And here is where we will have to digress.  I don't have any idea what sport you are talking about.  I would guess basketball but it is exactly that, a guess.  Not much of a sports fan.  

Have a good one!  Thanks for the reply!  Good discussion!

edg


----------



## El Ravager (Mar 20, 2004)

evildmguy said:
			
		

> Is this where you game?  What do you play?  Do you play or DM?  Inquiring minds want to know!  Like mine!




I have played Warhammer 40k there a few of times.  I run a DnD game once a week and a play in a game that my friend runs that meets weekly as well.  We play both games in my apartment.    



			
				evildmguy said:
			
		

> And here is where we will have to digress.  I don't have any idea what sport you are talking about.  I would guess basketball but it is exactly that, a guess.  Not much of a sports fan.
> 
> edg




Basketball.  Both the men and women won their game weds.


----------



## ChromWolf (Apr 15, 2004)

Did anything ever come from this thread?  I've been in Cedar Rapids myself since last May (right around the time when both Excalibur closed, as well as Gecko Comics, or Chameleon Comics, or whatever it was called---the one in Iowa City--closed as well) after moving here from near Madison, WI (HUGE gamer town--Capitol city of the state in which D&D was formed, after all), and have been fairly fruitlessly searching for fellow gamers...  I've love to get back into live, round-the-table gaming, but have had to suplement my gaming vice with play-by-post or IRC gaming.  It's fun, but it just doesn't cut it.

Like, where's this RPGA chapter?  I'd love to get into some Living Force or something, or even run some mods...  Or what about just normal D&D (preferably 3.5)?  There's quite a few posts here, and I'd love to maybe get in some of these supposed games occuring right here in town.  Anyone?


----------



## ChromWolf (May 2, 2004)

Since auto-notification of responses to threads has been disabled recently, I thought I would bump this thread to see if I could get it seen by a few more people.  While I may have found on game near me, it's a bit of a drive, and I'm still interested in finding what games are going on in or around Cedar Rapids itself.  Anything, anybody?


----------



## Videssian (May 3, 2004)

ChromWolf said:
			
		

> Since auto-notification of responses to threads has been disabled recently, I thought I would bump this thread to see if I could get it seen by a few more people.  While I may have found on game near me, it's a bit of a drive, and I'm still interested in finding what games are going on in or around Cedar Rapids itself.  Anything, anybody?




Heya!

I'm in Cedar Rapids, and while I'm already in a weekly game here (well, actually two twice-per-month games), and would be amenable to joining an additional game..  If people want to try and figure out something, send me an email at greggm2000 at yahoo dot com, and perhaps something can be worked out.. 

The only place that still carries gaming books in this area is B&N.. (though they don't get stuff right away).. there's also the Hobby Corner in Iowa City (they've gotten stuff quick but d&d for them is only a small part of their business).. i've just tended to order stuff from Amazon..

ttyl,
Videssian


----------



## Gina (May 5, 2004)

It took me almost two years to find a group to play with here.

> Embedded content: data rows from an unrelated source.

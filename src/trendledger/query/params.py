"""Named ``$parameters``: which a query uses, and whether the given values fit them.

Values are always bound by DuckDB, never written into the text. DuckDB matches
parameter names without regard to case, so two values whose names differ only
in case (``--param p=1 --param P=2``) are refused rather than one being dropped.
"""

from __future__ import annotations

import difflib
from collections.abc import Iterable, Mapping

from sqlglot import exp

from trendledger.errors import QueryRefused


def parameter_names(tree: exp.Expression) -> set[str]:
    """The ``$name`` placeholders used in ``tree``, spelled as written.

    The CLI needs them to check that every ``--param`` is used and every
    placeholder has a value before anything runs.
    """
    names: set[str] = set()
    for node in tree.find_all(exp.Placeholder):
        name = node.name
        if node.this is not None and not name.isdigit():
            names.add(name)
    return names


def check_params(tree: exp.Expression, params: Mapping[str, object]) -> None:
    """Refuse unless ``params`` gives a value to every placeholder and nothing else.

    DuckDB matches parameter names without regard to case, so we do too. An
    unused value is refused as well: it is nearly always a typo, and running the
    query without it would give a silently different answer.
    """
    wanted = {name.casefold(): name for name in parameter_names(tree)}
    given = {str(name).casefold(): str(name) for name in params}
    missing = sorted(wanted[key] for key in wanted.keys() - given.keys())
    if missing:
        listed = ", ".join(f"${name}" for name in missing)
        raise QueryRefused(
            f"refused: no value for parameter {listed}",
            hint=f"pass --param {missing[0]}=VALUE",
        )
    unused = sorted(given[key] for key in given.keys() - wanted.keys())
    if unused:
        listed = ", ".join(unused)
        if wanted:
            close = difflib.get_close_matches(unused[0], sorted(wanted.values()), n=1)
            uses = ", ".join(f"${name}" for name in sorted(wanted.values()))
            hint = f"did you mean {close[0]}?" if close else f"the query uses {uses}"
        else:
            hint = "the query has no $name placeholders"
        raise QueryRefused(f"refused: parameter {listed} is not used by the query", hint=hint)


def collect_params(pairs: Iterable[tuple[str, object]]) -> dict[str, object]:
    """One value per parameter name; a name given twice, in any case, is refused.

    Keeping the last of two values (or the one DuckDB happens to match) would
    run a query different from the one the user meant.
    """
    seen: dict[str, str] = {}
    params: dict[str, object] = {}
    for name, value in pairs:
        key = name.casefold()
        if key in seen:
            same = "twice" if seen[key] == name else f"twice ({seen[key]} and {name})"
            raise QueryRefused(
                f"refused: parameter {name} is given {same}; names ignore case, as in DuckDB",
                hint="give each parameter one value",
            )
        seen[key] = name
        params[name] = value
    return params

I ended up finding/being found through RPG Locator, I think.  

If any of you guys decide to start something, I might be interested as well. Of course, I have two small children, so my husband has veto power over forays into the "big city"! We live outside CR.

Gina


----------



## ChromWolf (May 6, 2004)

I'd say that I'd run a game, but I'm honestly unprepared for it.  I'm updating my homebrew campaign world to be 3.5 compliant, as well as just actually finishing it---the only campaign I ran in it, which was fortunate enough to last for a year and a half, started with only about 1/3 of the deities completed, and not even one whole continent mapped out (where my original plan was to have the whole world, at least on a very general scale, completed--adventuring on one of the three major continents continued even though no mapping had been completed).  And once I get it to a "ready enough" state, I was really only interested in running a Play By Post campaign, where coming up with new material wasn't such a huge issue, and I could take my time.

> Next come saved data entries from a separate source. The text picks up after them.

"""Format DataFrames for the terminal and for files: table, csv, json, markdown."""

from __future__ import annotations

import json
import math
import re
from pathlib import Path
from typing import Any

import duckdb
import pandas as pd

from trendledger.errors import TrendledgerError, first_line, printable
from trendledger.outputs import check_file
from trendledger.outputs import write_file as write_output

FORMATS = ("table", "csv", "json", "markdown")
#: Widest text cell in a terminal table.
WIDEST = 60


#: How a p-value too small for float64 (stored as 0) reads in a table.
TINY_P = "< 1e-300"


def is_p_value(column: str) -> bool:
    """Columns holding p-values: ``p`` and names ending in ``_p`` (slope_p, bend_p ...)."""
    return column == "p" or column.endswith("_p")


def _cell(value: Any, digits: int, p_value: bool = False) -> str:
    if value is None or value is pd.NA or value is pd.NaT:
        return ""
    if isinstance(value, float):
        if math.isnan(value):
            return ""
        if p_value and value == 0:
            return TINY_P  # below float64's range, not an exact zero
        return f"{value:.{digits}g}"
    return str(value)


def _plain(value: Any) -> Any:
    """A JSON-ready scalar; NULL stays null, floats keep every digit."""
    if value is None or value is pd.NA or value is pd.NaT:
        return None
    if isinstance(value, float) and math.isnan(value):
        return None
    if hasattr(value, "isoformat"):
        return value.isoformat()
    if hasattr(value, "item"):
        return value.item()
    return value


def rows(df: pd.DataFrame) -> list[dict[str, Any]]:
    return [
        {col: _plain(v) for col, v in zip(df.columns, rec, strict=True)}
        for rec in df.itertuples(index=False, name=None)
    ]


def render(df: pd.DataFrame, fmt: str = "table", digits: int = 6, *,
           escape: bool = True) -> str:
    """Text for ``df`` in one of FORMATS. Tables round to ``digits``; csv and json do not.

    With ``escape`` (for a terminal) control characters in names and values are
    shown escaped (see ``errors.printable``); JSON escapes them itself.
    """
    if fmt == "csv":
        text = str(df.to_csv(index=False, float_format="%.17g"))
        return "\n".join(printable(line) for line in text.split("\n")) if escape else text
    if fmt == "json":
        return json.dumps(rows(df), indent=1, default=str) + "\n"
    header = [str(c) for c in df.columns]
    tiny = [is_p_value(h) for h in header]
    cells = [[_cell(v, digits, t) for v, t in zip(rec, tiny, strict=True)]
             for rec in df.itertuples(index=False, name=None)]
    if escape:
        cells = [[printable(c) for c in row] for row in cells]
        header = [printable(h) for h in header]
    if fmt == "table":
        # a terminal table stays readable: long text is cut (csv and json keep it whole)
        cells = [[c if len(c) <= WIDEST else c[: WIDEST - 1] + "…" for c in row] for row in cells]
    if fmt == "markdown":
        lines = ["| " + " | ".join(header) + " |", "|" + "|".join("---" for _ in header) + "|"]
        lines += ["| " + " | ".join(c.replace("|", "\\|") for c in row) + " |" for row in cells]
        return "\n".join(lines) + "\n"
    if fmt != "table":
        raise ValueError(f"unknown format {fmt!r}")
    widths = [len(h) for h in header]
    for row in cells:
        widths = [max(w, len(c)) for w, c in zip(widths, row, strict=True)]
    numeric = [pd.api.types.is_numeric_dtype(df[c]) for c in df.columns]

    def line(values: list[str]) -> str:
        parts = [v.rjust(w) if num else v.ljust(w)
                 for v, w, num in zip(values, widths, numeric, strict=True)]
        return "  ".join(parts).rstrip()

    out = [line(header), line(["-" * w for w in widths])]
    out += [line(row) for row in cells]
    if not cells:
        out.append("(no rows)")
    return "\n".join(out) + "\n"


def parse_value(raw: str) -> Any:
    """A --param value: an integer or decimal number as a number, quoted text as text."""
    text = raw.strip()
    if len(text) >= 2 and text[0] == text[-1] and text[0] in "'\"":
        return text[1:-1]
    if re.fullmatch(r"[+-]?\d+", text):
        return int(text)
    if re.fullmatch(r"[+-]?(\d+\.\d*|\.\d+|\d+)([eE][+-]?\d+)?", text):
        return float(text)
    return raw


def check_target(path: Path, store: Path | None, *, force: bool = False) -> None:
    """Refuse an --out path before the query runs: the store, a folder, an existing file."""
    check_file(path, store, force=force, what="the result")


def write_file(df: pd.DataFrame, path: Path, fmt: str, *, store: Path | None = None,
               force: bool = False) -> None:
    """Write a result to ``path`` as ``fmt`` (a text format, or parquet).

    Never onto the store, never through a link, never over an existing file
    unless ``force`` (see :mod:`trendledger.outputs`); a path that cannot be
    written is a one-line error naming it.
    """
    def writer(scratch: Path) -> None:
        try:
            if fmt == "parquet":
                write_parquet(df, scratch)
            else:
                scratch.write_text(render(df, fmt, escape=False), encoding="utf-8")
        except duckdb.IOException as err:
            raise TrendledgerError(f"cannot write the result: {first_line(err)}",
                                   file=str(path)) from err

    write_output(path, store, writer, force=force, what="the result")


def write_parquet(df: pd.DataFrame, path: Path) -> None:
    """Write a result as Parquet with DuckDB's own writer (no extra dependency)."""
    con = duckdb.connect()
    try:
        con.from_df(df).write_parquet(str(path))
    finally:
        con.close()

So, if anyone else is willing to start one, I'll do my best to help out as much as I can, and be a reliable player...


----------



## Videssian (May 6, 2004)

I know how to DM, but much prefer to be a player.. and I'm a reliable player, as several people here on ENworld know.. 

Anyone?


----------



## zepherus (May 11, 2004)

*Game in CR*

First, don't let Videssian fool you...he does a good job DM'ing, as well as playing!

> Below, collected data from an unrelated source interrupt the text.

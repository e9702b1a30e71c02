"""Layer 2 of the guard: every node of sqlglot's tree, checked against fixed rules.

No statement that changes anything may hide inside a read (a CTE, a subquery,
a scalar position, a lateral join); named ``$parameters`` only; table
functions come from an allow-list; functions that reach files, the network,
settings or other SQL are refused by name wherever they stand.

What it stops that the locked read-only connection alone does not (measured by
``bench/guard_layers.py``: 8 of the corpus): ``query()`` and ``query_table()`` (run SQL held in
a string, which would slip past layer 1), ``current_setting()`` and
``duckdb_settings()`` (read the settings), ``pragma_*`` functions and
``duckdb_databases()`` (list the attached files), ``test_all_types()``.
File readers (``read_csv`` and friends), ``getenv``, ``COPY`` and ``ATTACH``
are also stopped by ``enable_external_access = false``; refusing them here
gives a message that names the function and its position, and keeps them out
if the connection's settings ever change.
"""

from __future__ import annotations

import re

from sqlglot import exp

from trendledger.errors import QueryRefused
from trendledger.query.catalog import Scope, check_reference
from trendledger.query.positions import node_position
from trendledger.query.statements import DIALECT

#: Table macros the store itself installs (e.g. fit_fade_break(x)); users cannot create
#: macros through the query command, so a name of this shape is one of ours.
STORE_TABLE_MACRO = re.compile(r"^fit_[a-z0-9_]+_break$")

ALLOWED_TABLE_FUNCTIONS = frozenset(
    {
        "range",
        "generate_series",
        "unnest",
        "duckdb_views",
        "duckdb_tables",
        "duckdb_columns",
        "duckdb_functions",
        "duckdb_schemas",
        "duckdb_types",
        "duckdb_constraints",
    }
)

_READS_FILES = "reads files or URLs"
_RUNS_SQL = "runs SQL held in a string"
_OTHER_DB = "reaches another database"
_SETTINGS = "reads or changes connection settings"
_WRITES = "changes the store or the session"
_EXTENSIONS = "installs or loads extensions"

# Function names refused wherever they appear. An entry ending in "*" is a prefix.
_FUNCTION_RULES: tuple[tuple[str, str], ...] = (
    ("read_*", _READS_FILES),
    ("parquet_*", _READS_FILES),
    ("iceberg_*", _READS_FILES),
    ("delta_*", _READS_FILES),
    ("glob", _READS_FILES),
    ("sniff_csv", _READS_FILES),
    ("st_read*", _READS_FILES),
    ("http_*", _READS_FILES),
    ("arrow_scan*", _READS_FILES),
    ("pandas_scan", _READS_FILES),
    ("pg_read*", _READS_FILES),
    ("pg_ls_dir", _READS_FILES),
    ("pg_stat_file", _READS_FILES),
    ("query", _RUNS_SQL),
    ("query_table", _RUNS_SQL),
    ("json_execute_serialized_sql", _RUNS_SQL),
    ("from_substrait*", _RUNS_SQL),
    ("sqlite_*", _OTHER_DB),
    ("postgres_*", _OTHER_DB),
    ("mysql_*", _OTHER_DB),
    ("ducklake_*", _OTHER_DB),
    ("getenv", _SETTINGS),
    ("current_setting", _SETTINGS),
    ("pragma_*", _SETTINGS),
    ("enable_*", _SETTINGS),
    ("disable_*", _SETTINGS),
    ("set_*", _SETTINGS),
    ("duckdb_secrets", _SETTINGS),
    ("duckdb_settings", _SETTINGS),
    ("which_secret", _SETTINGS),
    ("system", _SETTINGS),
    ("shell", _SETTINGS),
    ("setseed", _WRITES),
    ("nextval", _WRITES),
    ("setval", _WRITES),
    ("checkpoint", _WRITES),
    ("force_checkpoint", _WRITES),
    ("load_*", _EXTENSIONS),
    ("install_*", _EXTENSIONS),
)

# Harmless functions that a prefix rule above would otherwise catch.
_FUNCTION_EXCEPTIONS = frozenset({"set_bit"})


_CHANGE_NODES: tuple[tuple[type[exp.Expr], str], ...] = (
    (exp.Insert, "INSERT"),
    (exp.Update, "UPDATE"),
    (exp.Delete, "DELETE"),
    (exp.Merge, "MERGE"),
    (exp.Copy, "COPY"),
    (exp.Create, "CREATE"),
    (exp.Drop, "DROP"),
    (exp.Alter, "ALTER"),
    (exp.TruncateTable, "TRUNCATE"),
    (exp.Into, "SELECT ... INTO"),
    (exp.Returning, "RETURNING"),
    (exp.Pragma, "PRAGMA"),
    (exp.Set, "SET"),
    (exp.SetItem, "SET"),
    (exp.Attach, "ATTACH"),
    (exp.Detach, "DETACH"),
    (exp.Use, "USE"),
    (exp.Install, "INSTALL"),
    (exp.Export, "EXPORT"),
    (exp.LoadData, "LOAD DATA"),
    (exp.Transaction, "BEGIN"),
    (exp.Commit, "COMMIT"),
    (exp.Rollback, "ROLLBACK"),
    (exp.Analyze, "ANALYZE"),
    (exp.Comment, "COMMENT"),
    (exp.Grant, "GRANT"),
    (exp.Revoke, "REVOKE"),
    (exp.Cache, "CACHE"),
    (exp.Refresh, "REFRESH"),
    (exp.Kill, "KILL"),
    (exp.Declare, "DECLARE"),
    (exp.Execute, "EXECUTE"),
    (exp.NextValueFor, "NEXT VALUE FOR"),
    (exp.Block, "a block of statements"),
    (exp.DDL, "DDL"),
    (exp.DML, "DML"),
)

# Built-in views (readable without parentheses) that list settings or attached files.
_SETTINGS_VIEWS = frozenset({"pg_settings"})


# --------------------------------------------------------------------------- tree rules


def check_tree(tree: exp.Expression, sql: str, scope: Scope) -> None:
    """Visit every node of the sqlglot tree and refuse anything that is not a pure read."""
    scope = scope.with_ctes(tree)
    for node in tree.walk():
        for kind, label in _CHANGE_NODES:
            if isinstance(node, kind):
                line, column = node_position(node, sql, label)
                raise QueryRefused(
                    f"refused: {label} inside the query; only reads are allowed",
                    line=line,
                    column=column,
                )
        if isinstance(node, exp.Command):
            raise QueryRefused(
                f"refused: {str(node.this).upper()} inside the query is not understood"
            )
        if isinstance(node, exp.Placeholder):
            _check_placeholder(node, sql)
        elif isinstance(node, exp.Table):
            _check_table(node, sql, scope)
        elif isinstance(node, exp.Func):
            _check_function(node, sql)
        elif isinstance(node, exp.Summarize) and not isinstance(
            node.this, (exp.Table, exp.Query, exp.Subquery)
        ):
            raise QueryRefused(
                f"refused: SUMMARIZE of {node.this.sql(dialect=DIALECT)} reads a file",
                hint="SUMMARIZE a table, a view or a (SELECT ...)",
            )
        elif isinstance(node, exp.Describe) and not isinstance(
            node.this, (exp.Table, exp.Query, exp.Subquery)
        ):
            raise QueryRefused(
                f"refused: DESCRIBE of {node.this.sql(dialect=DIALECT)} is not a table or query",
                hint="DESCRIBE a table, a view or a SELECT",
            )


def _check_placeholder(node: exp.Placeholder, sql: str) -> None:
    """Only named parameters are allowed: the CLI binds by name."""
    if node.this is None or node.name.isdigit():
        shown = "?" if node.this is None else f"${node.name}"
        line, column = node_position(node, sql, shown)
        raise QueryRefused(
            f"refused: positional parameter {shown}; use named parameters like $cell",
            line=line,
            column=column,
        )


def _check_table(table: exp.Table, sql: str, scope: Scope) -> None:
    """A table reference must name a table, a view, a CTE or an allowed table function."""
    target = table.this
    if isinstance(target, exp.Func):
        if table.catalog and (scope.catalog is None
                              or table.catalog.casefold() != scope.catalog.casefold()):
            line, column = node_position(table, sql, table.catalog)
            raise QueryRefused(
                f"refused: table {table.sql(dialect=DIALECT)} is in catalog "
                f"{table.catalog!r}, not in the store",
                line=line,
                column=column,
                hint="leave table names unqualified",
            )
        return  # the function itself is checked by _check_function
    if not isinstance(target, exp.Identifier):
        shown = target.sql(dialect=DIALECT) if isinstance(target, exp.Expression) else target
        raise QueryRefused(f"refused: unsupported table reference {shown}")
    check_reference(table.catalog, table.db, target.name, scope, sql, target)
    check_table_name(target.name, sql, target)


def check_table_name(name: str, sql: str, node: exp.Expr | None = None) -> None:
    """Refuse the names of DuckDB's built-in listings of settings and attached files.

    A bare name never calls a function in DuckDB, so names like ``query`` (a
    common CTE name) are fine here; only DuckDB's built-in system views matter.
    """
    line, column = node_position(node, sql, name) if node is not None else (None, None)
    lowered = name.casefold()
    if lowered.startswith("duckdb_") and lowered not in ALLOWED_TABLE_FUNCTIONS:
        raise QueryRefused(
            f"refused: system listing {name}; only "
            + ", ".join(sorted(n for n in ALLOWED_TABLE_FUNCTIONS if n.startswith("duckdb_")))
            + " may be read",
            line=line,
            column=column,
        )
    if lowered.startswith("pragma_") or lowered in _SETTINGS_VIEWS:
        raise QueryRefused(
            f"refused: system view {name} {_SETTINGS}",
            line=line,
            column=column,
        )


def _check_function(func: exp.Func, sql: str) -> None:
    """Refuse file, network, settings and SQL-running functions; allow-list table functions."""
    names = _function_names(func)
    label = function_label(func)
    line, column = node_position(func, sql, label)
    for name in sorted(names):
        reason = refusal_reason(name)
        if reason is not None:
            raise QueryRefused(
                f"refused: function {name} {reason}",
                line=line,
                column=column,
            )
    ours = {n for n in names if STORE_TABLE_MACRO.match(n)}
    if _in_table_position(func) and not names - ours <= ALLOWED_TABLE_FUNCTIONS:
        raise QueryRefused(
            f"refused: table function {label}; only "
            + ", ".join(sorted(ALLOWED_TABLE_FUNCTIONS))
            + " may be used in FROM",
            line=line,
            column=column,
        )


def _in_table_position(func: exp.Func) -> bool:
    """True when the function stands where a table would (FROM, JOIN, LATERAL)."""
    parent = func.parent
    return isinstance(parent, (exp.Table, exp.Lateral, exp.From, exp.Join)) and (
        func.arg_key == "this"
    )


def _function_names(func: exp.Func) -> set[str]:
    """Every name the function may go by: as written, sqlglot's own, and as rendered.

    sqlglot maps some calls to typed nodes (``read_csv`` becomes ``ReadCSV``,
    ``range`` becomes ``GenerateSeries``), so both spellings are checked. The
    rendered spelling is only needed where the table-function allow-list
    applies; elsewhere DuckDB's own tree is checked by name as well, and
    rendering every operator node would cost time on long conditions.
    """
    names = {function_label(func).casefold()}
    if not isinstance(func, exp.Anonymous):
        names.add(func.sql_name().casefold())
    if _in_table_position(func):
        try:
            rendered = func.sql(dialect=DIALECT)
        except Exception:
            raise QueryRefused(
                f"refused: cannot check table function {function_label(func)}"
            ) from None
        head = rendered.split("(", 1)[0].strip()
        if re.fullmatch(r"[A-Za-z_][A-Za-z0-9_.\"]*", head):
            names.add(head.split(".")[-1].strip('"').casefold())
    return names


def function_label(func: exp.Func) -> str:
    """The function's name as the user most likely wrote it."""
    if isinstance(func, exp.Anonymous):
        return func.name
    return func.sql_name().lower()


def refusal_reason(name: str) -> str | None:
    """Why a function (or system listing) of this name is refused, or None if it is fine."""
    lowered = name.casefold()
    if lowered in _FUNCTION_EXCEPTIONS:
        return None
    for pattern, reason in _FUNCTION_RULES:
        if pattern.endswith("*"):
            if lowered.startswith(pattern[:-1]):
                return reason
        elif lowered == pattern:
            return reason
    return None



def describe_node(node: exp.Expr) -> str:
    """A short human name for a node, used in refusal messages."""
    if isinstance(node, exp.Column):
        return f"the bare name {node.sql(dialect=DIALECT)}"
    if isinstance(node, exp.Func):
        return f"function {function_label(node)}"
    if isinstance(node, exp.Command):
        return f"{str(node.this).upper()} statement"
    for kind, label in _CHANGE_NODES:
        if isinstance(node, kind):
            return f"{label} statement"
    if isinstance(node, exp.Literal):
        return f"the literal {node.sql(dialect=DIALECT)}"
    words = re.sub(r"(?<=[a-z])(?=[A-Z])", " ", type(node).__name__).upper()
    return words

I'm in CR, and I do have 1 slot available, however it's not with Videssian and Nail ( frequent posters on ENWorld ). And yes, they play in the same game...which gets _very interesting_...( insert Arte Johnson accent here )!

This particular setting is 3.5 rules, Forgotten Realms setting, currently in the area surrounding Silverymoon. Currently has 5 players, but we could fit a 6th one in ( as my other game with "V" and "N" has ).

This game currently is running around 3rd to 4th level characters, typical party ( ranger, cleric, fighter, rogue and wizard if memory serves me correctly ) and meets every other Wednesday night from 6:00 to roughly 10:00 PM. Psionics are allowed ( although I'm a bit "rusty" ) if that's your thing. I would best describe it as a "laid back" game...not too serious, but definitely not for children.

So, if anyone is interested, drop me a line at "jon at zepherus dot net". Next meeting time is this Wednesday, March 12th, so you can use that to plan a schedule if necessary.


----------



## Videssian (May 11, 2004)

zepherus said:
			
		

> First, don't let Videssian fool you...he does a good job DM'ing, as well as playing!



Thanks! 



			
				zepherus said:
			
		

> I'm in CR, and I do have 1 slot available, however it's not with Videssian and Nail ( frequent posters on ENWorld ). And yes, they play in the same game...which gets _very interesting_...( insert Arte Johnson accent here )!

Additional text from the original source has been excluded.